I sat on the white chair, staring at the blank wall in front of me. Images of Dan crying and in pain flashed through my mind, causing me to let out a choked sob every so often. I wish I could've stopped this.

I remembered when we first moved in together. Dan had commented how my hotel looked like the one from the film "The Shining", and I had hugged him during pinof. pinof..

I shot up from my seat, slamming the door open. I stopped, seeing Dan's bedroom. I was in the hospital just a second ago.. I thought, seeing Dan's black and grey checkered bedsheets, the butt chair, everything you'd expect to be in his room. I then heard a loud gasp from the kitchen and rushed over, seeing something unbelievable.

Dan and Myself were standing there. I looked sad, Dan looked shocked. "Your eyes.." He mumbled, I nodded. "They're brown."

It was that moment everything clicked. The dream, different coloured eyes, it made sense. Before I could think any more, my vision went white.

I sat straight up, in Dan's bed. "I'm right back where I started." I mumbled, hearing my own voice yell, just like yesterday. "PHIL WHAT THE FUCK IS HAPPENING!?" He screamed, I looked at my hands. I can stop this.

~^~^~

"Let's go out then!" Dan smiled, heading to the door as PJ skipped happily behind him. I walked normally behind them, rubbing my tired eyes. I then saw PJ in front of me. "You look tired Phil." He remarked, before placing a hand on my shoulder. MY shoulder. I looked back at Dan, Who never looked happier. He ran to me and gave me the biggest hug I've ever had. "I love you." I smiled happily, we hugged tighter.

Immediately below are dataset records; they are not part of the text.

class EvaluationBuilder {
 public:
  EvaluationBuilder(EvaluationData& p, const EvaluationOptions& options) : p_(p), options_(options) {}

  void run() {
    const auto& nodes = p_.nodes;
    const std::size_t count = nodes.size();
    // Reachable nodes and their number of uses.
    uses_.assign(count, 0);
    reachable_.assign(count, false);
    std::function<void(int)> visit = [&](int v) {
      if (reachable_[v]) return;
      reachable_[v] = true;
      for (const Ref r : nodes[v].args) {
        ++uses_[r.node];
        visit(r.node);
      }
    };
    visit(p_.root.node);
    ++uses_[p_.root.node];

    // Which results must be full matrices, and which may hold only the lower triangle.
    need_full_.assign(count, false);
    lower_.assign(count, false);
    need_full_[p_.root.node] =
        options_.full_result || p_.expression->spectrum == Spectrum::singular_values || p_.root.adj;
    for (int v = static_cast<int>(count) - 1; v >= 0; --v) {
      if (!reachable_[v]) continue;
      const Node& node = nodes[v];
      if (node.diag) continue;
      switch (node.kind) {
        case NodeKind::leaf:
          break;
        case NodeKind::gram:
        case NodeKind::conjugate:
          lower_[v] = !need_full_[v];
          need_full_[node.args[0].node] = true;
          break;
        case NodeKind::product:
          for (const Ref r : node.args) need_full_[r.node] = true;
          break;
        case NodeKind::sum:
          lower_[v] = node.self_adjoint && !need_full_[v];
          if (!lower_[v]) {
            for (const Ref r : node.args) need_full_[r.node] = true;
          }
          break;
      }
    }

    decide_haar_columns(p_, reachable_);
    if (options_.full_haar) p_.reduced.assign(p_.reduced.size(), false);

    p_.buffer.assign(count, -1);
    step_of_.assign(count, -1);
    for (int v = 0; v < static_cast<int>(count); ++v) {
      if (!reachable_[v]) continue;
      check_stop();
      emit(v);
    }
    finish();
    simulate_memory();
  }

 private:
  Index rows(Ref r) const { return p_.dims[r.adj ? p_.nodes[r.node].cols : p_.nodes[r.node].rows]; }
  Index cols(Ref r) const { return p_.dims[r.adj ? p_.nodes[r.node].rows : p_.nodes[r.node].cols]; }
  bool is_leaf(int v) const { return p_.nodes[v].kind == NodeKind::leaf; }

  std::string name(Ref r) const {
    const Node& node = p_.nodes[r.node];
    std::string s = is_leaf(r.node) ? p_.expression->operands[node.leaf].name
                                    : "t" + std::to_string(p_.buffer[r.node] + 1);
    return r.adj ? s + "^*" : s;
  }

  int new_buffer(bool vector) {
    p_.buffer_is_vector.push_back(vector);
    return static_cast<int>(p_.buffer_is_vector.size()) - 1;
  }

  // Whether the result of node v can be overwritten by its single consumer.
  bool owned_once(Ref r) const { return !is_leaf(r.node) && uses_[r.node] == 1 && !r.adj; }

  std::size_t entry_bytes(bool complex) const { return complex ? 16 : 8; }

  int add_step(Step step) {
    for (const Ref r : step.in) {
      if (p_.buffer[r.node] >= 0) step.reads.push_back(p_.buffer[r.node]);
    }
    step.info.output = "t" + std::to_string(step.out + 1);
    p_.steps.push_back(std::move(step));
    return static_cast<int>(p_.steps.size()) - 1;
  }

  // Multiplies the result of step s by alpha (a scalar folded into BLAS alpha).
  void fold(int s, Complex alpha) {
    Step& step = p_.steps[s];
    if (step.kind != StepKind::sum) {
      step.alpha *= alpha.real();  // real: can_fold
      return;
    }
    // A sum scales its terms; in place, the accumulator's producer scales too.
    for (Complex& c : step.coefs) c *= alpha;
    step.identity *= alpha;
    if (!detail::is_real_number(alpha)) {
      step.info.description =
          detail::coefficient_text(alpha) + "·(" + step.info.description + ")";
    }
    if (step.in_place) fold(step.acc_step, alpha);
  }

  // Whether step s can take the factor alpha: any real one (BLAS alpha, or a sum's coefficients);
  // a complex one only into complex sums, whose coefficients are complex already.
  bool can_fold(int s, Complex alpha) const {
    if (detail::is_real_number(alpha)) return true;
    const Step& step = p_.steps[s];
    return step.kind == StepKind::sum && step.complex &&
           (!step.in_place || can_fold(step.acc_step, alpha));
  }

  void emit(int v) {
    const Node& node = p_.nodes[v];
    const bool complex = !node.real;
    Step step;
    step.node = v;
    step.complex = complex;
    switch (node.kind) {
      case NodeKind::leaf:
        return;
      case NodeKind::product:
        emit_product(node, step);
        break;
      case NodeKind::gram:
        emit_gram(v, node, step);
        break;
      case NodeKind::conjugate:
        emit_conjugate(v, node, step);
        break;
      case NodeKind::sum:
        if (!emit_sum(v, node, step)) return;
        break;
    }
    p_.buffer[v] = step.out;
    step_of_[v] = add_step(std::move(step));
  }

  // Fills `step` for a product: a diagonal product, a row or column scaling, or a gemm.
  void emit_product(const Node& node, Step& step) {
    const bool complex = step.complex;
    const Ref a = node.args[0], b = node.args[1];
    const bool da = p_.nodes[a.node].diag, db = p_.nodes[b.node].diag;
    if (da && db) {
      step.kind = StepKind::diagonal;
      step.in = {a, b};
      step.out = new_buffer(true);
      step.info = {StepKind::diagonal, "", name(a) + "·" + name(b), "diagonal product",
                   static_cast<double>(rows(a))};
    } else if (da || db) {
      const Ref x = da ? b : a, d = da ? a : b;
      step.kind = da ? StepKind::scale_rows : StepKind::scale_columns;
      step.in = {x, d};
      step.in_place = owned_once(x);
      step.out = step.in_place ? p_.buffer[x.node] : new_buffer(false);
      step.info = {step.kind, "", name(a) + "·" + name(b),
                   da ? "row scaling" : "column scaling",
                   (complex ? 2.0 : 1.0) * rows(x) * cols(x)};
    } else {
      step.kind = StepKind::gemm;
      step.in = {a, b};
      step.out = new_buffer(false);
      const double m = rows(a), k = cols(a), nn = cols(b);
      step.info = {StepKind::gemm, "", name(a) + "·" + name(b), complex ? "zgemm" : "dgemm",
                   (complex ? 8.0 : 2.0) * m * nn * k};
      for (const Ref r : {a, b}) {
        if (complex && p_.nodes[r.node].real) step.scratch += 16 * rows(r) * cols(r);
      }
    }
  }

  // Fills `step` for a Gram product Y Y^* (herk or syrk).
  void emit_gram(int v, const Node& node, Step& step) {
    const bool complex = step.complex;
    const Ref y = node.args[0];
    step.kind = StepKind::herk;
    step.in = {y};
    step.out = new_buffer(false);
    step.mirror = !lower_[v];
    const double n = rows(y), k = cols(y);
    step.info = {StepKind::herk, "", name(y) + "·" + name(p_nodes_adjoint(y)),
                 complex ? "zherk" : "dsyrk", (complex ? 4.0 : 1.0) * n * n * k};
  }

  // Fills `step` for a conjugation Y D Y^* (one or two rank-k updates).
  void emit_conjugate(int v, const Node& node, Step& step) {
    const bool complex = step.complex;
    const Ref y = node.args[0], d = node.args[1];
    step.kind = StepKind::conjugate;
    step.in = {y, d};
    step.out = new_buffer(false);
    step.mirror = !lower_[v];
    step.unitary = p_.nodes[y.node].unitary;
    const auto [plus, minus] = conjugate_columns(p_, p_.nodes[d.node], step.unitary);
    const double n = rows(y);
    const double k = static_cast<double>(plus + minus);
    const Node& yn = p_.nodes[y.node];
    const bool reduced = yn.kind == NodeKind::leaf && p_.reduced[yn.leaf];
    const Index copied = conjugate_copy_columns(y, d, plus, minus);
    step.scratch = entry_bytes(complex) * rows(y) * copied;
    const double scale_flops = (complex ? 2.0 : 1.0) * n * k;  // none when nothing is copied
    std::string routine = std::string(complex ? "zherk" : "dsyrk") + " on " +
                          std::to_string(plus + minus) + " scaled columns";
    if (plus > 0 && minus > 0) routine += " (two updates)";
    if (step.unitary) routine += ", shift by the most frequent value of " + name(d);
    if (reduced) {
      routine += ", from the " + std::to_string(p_.columns[yn.leaf].size()) + " sampled columns";
    }
    step.info = {StepKind::conjugate, "",
                 name(y) + "·" + name(d) + "·" + name(p_nodes_adjoint(y)), routine,
                 (complex ? 4.0 : 1.0) * n * n * k + (copied > 0 ? scale_flops : 0.0)};
  }

  // Fills `step` for a linear combination; false when it is only a scalar multiple folded into
  // the producer of its accumulator, so that no step is added.
  bool emit_sum(int v, const Node& node, Step& step) {
    const double entry_flops = step.complex ? 4.0 : 2.0;  // add a scaled term
    step.kind = node.diag ? StepKind::diagonal : StepKind::sum;
    step.identity = node.identity;
    const Index n = p_.dims[node.rows];
    int acc = -1;
    if (!node.diag) {
      for (std::size_t i = 0; i < node.args.size(); ++i) {
        const Ref r = node.args[i];
        const Node& t = p_.nodes[r.node];
        // The accumulator's coefficient folds into its producer (can_fold).
        if (owned_once(r) && !t.diag && t.real == node.real && step_of_[r.node] >= 0 &&
            can_fold(step_of_[r.node], node.coefs[i])) {
          acc = static_cast<int>(i);
          break;
        }
      }
    }
    std::string text;
    double flops = 0.0;
    std::vector<std::size_t> order;  // the accumulator first, as it reads in explain()
    if (acc >= 0) order.push_back(static_cast<std::size_t>(acc));
    for (std::size_t i = 0; i < node.args.size(); ++i) {
      if (static_cast<int>(i) != acc) order.push_back(i);
    }
    for (const std::size_t i : order) {
      const Ref r = node.args[i];
      const Complex c = node.coefs[i];
      if (static_cast<int>(i) != acc) {
        step.in.push_back(r);
        step.coefs.push_back(c);
        flops +=
            p_.nodes[r.node].diag ? static_cast<double>(n) : entry_flops * rows(r) * cols(r);
      }
      std::string term =
          (c == 1.0    ? ""
           : c == -1.0 ? "-"
                       : detail::coefficient_text(c) + "·") +
          (p_.nodes[r.node].diag && !node.diag && is_leaf(r.node) ? "diag(" + name(r) + ")"
                                                                  : name(r));
      text += text.empty() ? term : (term[0] == '-' ? " - " + term.substr(1) : " + " + term);
    }
    if (node.identity != 0.0) {
      text += (text.empty() ? "" : " + ") + detail::coefficient_text(node.identity) + "·I";
      flops += static_cast<double>(n);
    }
    if (text.empty()) text = "0";
    if (acc >= 0) {
      const Ref a = node.args[acc];
      step.in_place = true;
      step.out = p_.buffer[a.node];
      step.acc_step = step_of_[a.node];
      fold(step.acc_step, node.coefs[acc]);
      if (step.in.empty() && node.identity == 0.0) {
        // Only a scalar multiple, folded into the producer: no step.
        p_.buffer[v] = step.out;
        step_of_[v] = step.acc_step;
        return false;
      }
    } else {
      step.out = new_buffer(node.diag);
    }
    step.info = {step.kind, "", text, node.diag ? "diagonal arithmetic" : "sum", flops};
    return true;
  }

  // Columns copied for the larger update of Y D Y^*: none when one update takes every column of
  // a column-reduced sample Y with one weight (the herk reads the sample itself, the weight going
  // into alpha: Evaluator::conjugate), else the update's columns.
  Index conjugate_copy_columns(Ref y, Ref d, Index plus, Index minus) const {
    const Node& yn = p_.nodes[y.node];
    const bool reduced = yn.kind == NodeKind::leaf && p_.reduced[yn.leaf];
    if (reduced && (plus == 0 || minus == 0) &&
        plus + minus == static_cast<Index>(p_.columns[yn.leaf].size())) {
      const auto values = atom_diagonal(p_.expression->declared[p_.nodes[d.node].leaf], p_.n);
      const double shift = most_frequent(values);
      std::set<double> weights;
      for (const double v : values) {
        if (v != shift) weights.insert(std::abs(v - shift));
      }
      if (weights.size() <= 1) return 0;
    }
    return std::max(plus, minus);
  }

  Ref p_nodes_adjoint(Ref r) const {
    if (p_.nodes[r.node].self_adjoint) return r;
    return {r.node, !r.adj};
  }

  void finish() {
    const Ref root = p_.root;
    const Node& node = p_.nodes[root.node];
    p_.result_complex = !node.real;
    const Index n = p_.n;
    if (is_leaf(root.node) || node.diag) {
      Step step;
      step.kind = node.diag ? StepKind::to_dense : StepKind::copy;
      step.node = root.node;
      step.complex = !node.real;
      step.in = {root};
      step.out = new_buffer(false);
      step.info = {step.kind, "", name(root), node.diag ? "diagonal written densely" : "copy", 0.0};
      p_.result_buffer = step.out;
      add_step(std::move(step));
      p_.result_lower = false;
    } else if (root.adj) {
      Step step;
      step.kind = StepKind::adjoint;
      step.node = root.node;
      step.complex = !node.real;
      step.in = {root};
      step.in_place = uses_[root.node] == 1;
      step.out = step.in_place ? p_.buffer[root.node] : new_buffer(false);
      step.info = {StepKind::adjoint, "", name(root), step.in_place ? "in-place transpose" : "copy",
                   0.0};
      p_.result_buffer = step.out;
      add_step(std::move(step));
      p_.result_lower = false;
    } else {
      p_.result_buffer = p_.buffer[root.node];
      p_.result_lower = lower_[root.node];
    }
    p_.result_bytes = entry_bytes(p_.result_complex) * n * n;
    for (auto& step : p_.steps) {
      p_.flops += step.info.flops;
      p_.infos.push_back(step.info);
    }
  }

  void simulate_memory() {
    const std::size_t buffers = p_.buffer_is_vector.size();
    p_.last_use.assign(buffers, -1);
    std::vector<std::size_t> bytes(buffers, 0);
    for (int s = 0; s < static_cast<int>(p_.steps.size()); ++s) {
      const Step& step = p_.steps[s];
      for (const int b : step.reads) p_.last_use[b] = s;
      p_.last_use[step.out] = s;
      const Node& node = p_.nodes[step.node];
      const Index r = p_.dims[node.rows], c = p_.dims[node.cols];
      if (!step.in_place) {
        bytes[step.out] = p_.buffer_is_vector[step.out] ? 8 * r : entry_bytes(step.complex) * r * c;
      }
    }
    p_.last_use[p_.result_buffer] = static_cast<int>(p_.steps.size());
    std::size_t live = 0, peak = 0;
    std::vector<bool> allocated(buffers, false);
    for (int s = 0; s < static_cast<int>(p_.steps.size()); ++s) {
      const Step& step = p_.steps[s];
      if (!allocated[step.out]) {
        allocated[step.out] = true;
        live += bytes[step.out];
      }
      peak = std::max(peak, live + step.scratch);
      for (std::size_t b = 0; b < buffers; ++b) {
        if (allocated[b] && p_.last_use[b] == s) {
          live -= bytes[b];
          bytes[b] = 0;
        }
      }
    }
    p_.peak = peak;
    std::set<int> used;
    for (const Node& node : p_.nodes) {
      if (node.kind == NodeKind::leaf) used.insert(node.leaf);
    }
    for (const int i : used) {
      const auto& o = p_.expression->operands[i];
      const Index r = p_.dims[o.rows];
      const Index c = p_.reduced[i] ? static_cast<Index>(p_.columns[i].size()) : p_.dims[o.cols];
      p_.inputs += o.diagonal ? 8 * r : entry_bytes(!o.real) * r * c;
    }
  }

  EvaluationData& p_;
  const EvaluationOptions& options_;
  std::vector<int> uses_;
  std::vector<bool> reachable_;
  std::vector<bool> need_full_;
  std::vector<bool> lower_;
  std::vector<int> step_of_;
};

}  // namespace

"Well let's keep going!" He squeaked rather happily, skipping ahead of PJ and I. Suddenly, I felt it. Everything was in slow motion again. No, no not this time. I thought, seeing Dan turn back to smile at me once again. I smiled back, seeing the car from before collide with him. Time returned to normal as I ran toward him, tears flowing. This can't be happening, he can't!

I cried loudly as I desperately gave him CPR, feeling for a pulse that wasn't coming. No matter the timeline I go to, it's not going to change. Dan Howell is going to die, and there's  nothing I can do to prevent it.

(reading this over with the sad music actually brought tears to my eyes. damn, this chapter is deep.)